■ TO DO:
From the data below, copy exactly the lines that lie between the one holding "the server's message" and the one holding "const type = (selector: string, value: string)", including both, and nothing more.

■ PROVIDED INFORMATION:
import { provideHttpClient } from '@angular/common/http';
import { HttpTestingController, provideHttpClientTesting } from '@angular/common/http/testing';
import { TestBed } from '@angular/core/testing';
import { provideRouter, Router } from '@angular/router';
import { SignIn } from './sign-in';

describe('SignIn', () => {
  beforeEach(() => {
    TestBed.configureTestingModule({
      imports: [SignIn],
      providers: [provideRouter([]), provideHttpClient(), provideHttpClientTesting()],
    });
  });

  test('shows field errors and sends nothing while the form is invalid', async () => {
    const fixture = TestBed.createComponent(SignIn);
    await fixture.whenStable();
    const form: HTMLFormElement = fixture.nativeElement.querySelector('form');
    form.dispatchEvent(new Event('submit'));
    await fixture.whenStable();
    expect(fixture.nativeElement.textContent).toContain('Enter your e-mail address.');
    expect(fixture.nativeElement.textContent).toContain('Enter your password.');
    TestBed.inject(HttpTestingController).expectNone('/api/auth/sign-in');
  });

  test("shows the server's message when the credentials are refused", async () => {
    const fixture = TestBed.createComponent(SignIn);
    await fixture.whenStable();
    const el: HTMLElement = fixture.nativeElement;
    const type = (selector: string, value: string) => {
      const input = el.querySelector<HTMLInputElement>(selector)!;
      input.value = value;
      input.dispatchEvent(new Event('input'));
    };
    type('input[type=email]', 'someone@example.com');
    type('input[type=password]', 'wrong password');
    el.querySelector('form')!.dispatchEvent(new Event('submit'));
    const http = TestBed.inject(HttpTestingController);
    const req = http.expectOne('/api/auth/sign-in');
    expect(req.request.body).toEqual({ email: 'someone@example.com', password: 'wrong password' });
    req.flush(
      { error: { code: 'bad_credentials', message: 'The e-mail or password is not right.' } },
      { status: 401, statusText: 'Unauthorized' },
    );
    await fixture.whenStable();
    expect(el.querySelector('[role=alert]')!.textContent).toContain('The e-mail or password is not right.');
    expect(TestBed.inject(Router).url).toBe('/');
  });
});
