import { HttpClient } from '@angular/common/http';
import { ChangeDetectionStrategy, Component, inject, signal } from '@angular/core';
import { FormBuilder, ReactiveFormsModule, Validators } from '@angular/forms';
import { MatButtonModule } from '@angular/material/button';
import { MatFormFieldModule } from '@angular/material/form-field';
import { MatInputModule } from '@angular/material/input';
import { RouterLink } from '@angular/router';
import { firstValueFrom } from 'rxjs';
import { apiErrorMessage } from '../../core/api-error';
import { AccountFrame } from './account-frame';

/** Ask for a password reset link by e-mail. */
@Component({
  selector: 'em-forgot-password',
  imports: [AccountFrame, ReactiveFormsModule, RouterLink, MatButtonModule, MatFormFieldModule, MatInputModule],
  template: `
    <em-account-frame heading="Reset your password" lead="We e-mail you a link that works once, for an hour.">
      <form [formGroup]="form" (ngSubmit)="sendLink()" novalidate>
        <mat-form-field appearance="outline">
          <mat-label>E-mail</mat-label>
          <input matInput type="email" formControlName="email" autocomplete="email" required />
          @if (form.controls.email.hasError('required')) {
            <mat-error>Enter your e-mail address.</mat-error>
          } @else if (form.controls.email.hasError('email')) {
            <mat-error>That is not an e-mail address.</mat-error>
          }
        </mat-form-field>
        <p class="error" role="alert">{{ error() }}</p>
        <p class="ok" role="status">{{ sent() }}</p>
        <div class="actions">
          <button mat-flat-button type="submit" [disabled]="busy()">Send reset link</button>
        </div>
      </form>
      <p class="links"><a routerLink="/sign-in">Back to sign in</a></p>
    </em-account-frame>
  `,
  styleUrl: './account-form.scss',
  changeDetection: ChangeDetectionStrategy.OnPush,
})
export class ForgotPassword {
  private readonly http = inject(HttpClient);

  protected readonly form = inject(FormBuilder).nonNullable.group({ email: ['', [Validators.required, Validators.email]] });
  protected readonly busy = signal(false);
  protected readonly error = signal('');
  protected readonly sent = signal('');

  protected async sendLink(): Promise<void> {
    if (this.form.invalid) {
      this.form.markAllAsTouched();
      return;
    }
    this.busy.set(true);
    this.error.set('');
    try {
      const { message } = await firstValueFrom(this.http.post<{ message: string }>('/api/auth/password-reset', this.form.getRawValue()));
      this.sent.set(message);
    } catch (err) {
      this.error.set(apiErrorMessage(err));
    } finally {
      this.busy.set(false);
    }
  }
}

■ EXPECTED OUTPUT:
  test("shows the server's message when the credentials are refused", async () => {
    const fixture = TestBed.createComponent(SignIn);
    await fixture.whenStable();
    const el: HTMLElement = fixture.nativeElement;
    const type = (selector: string, value: string) => {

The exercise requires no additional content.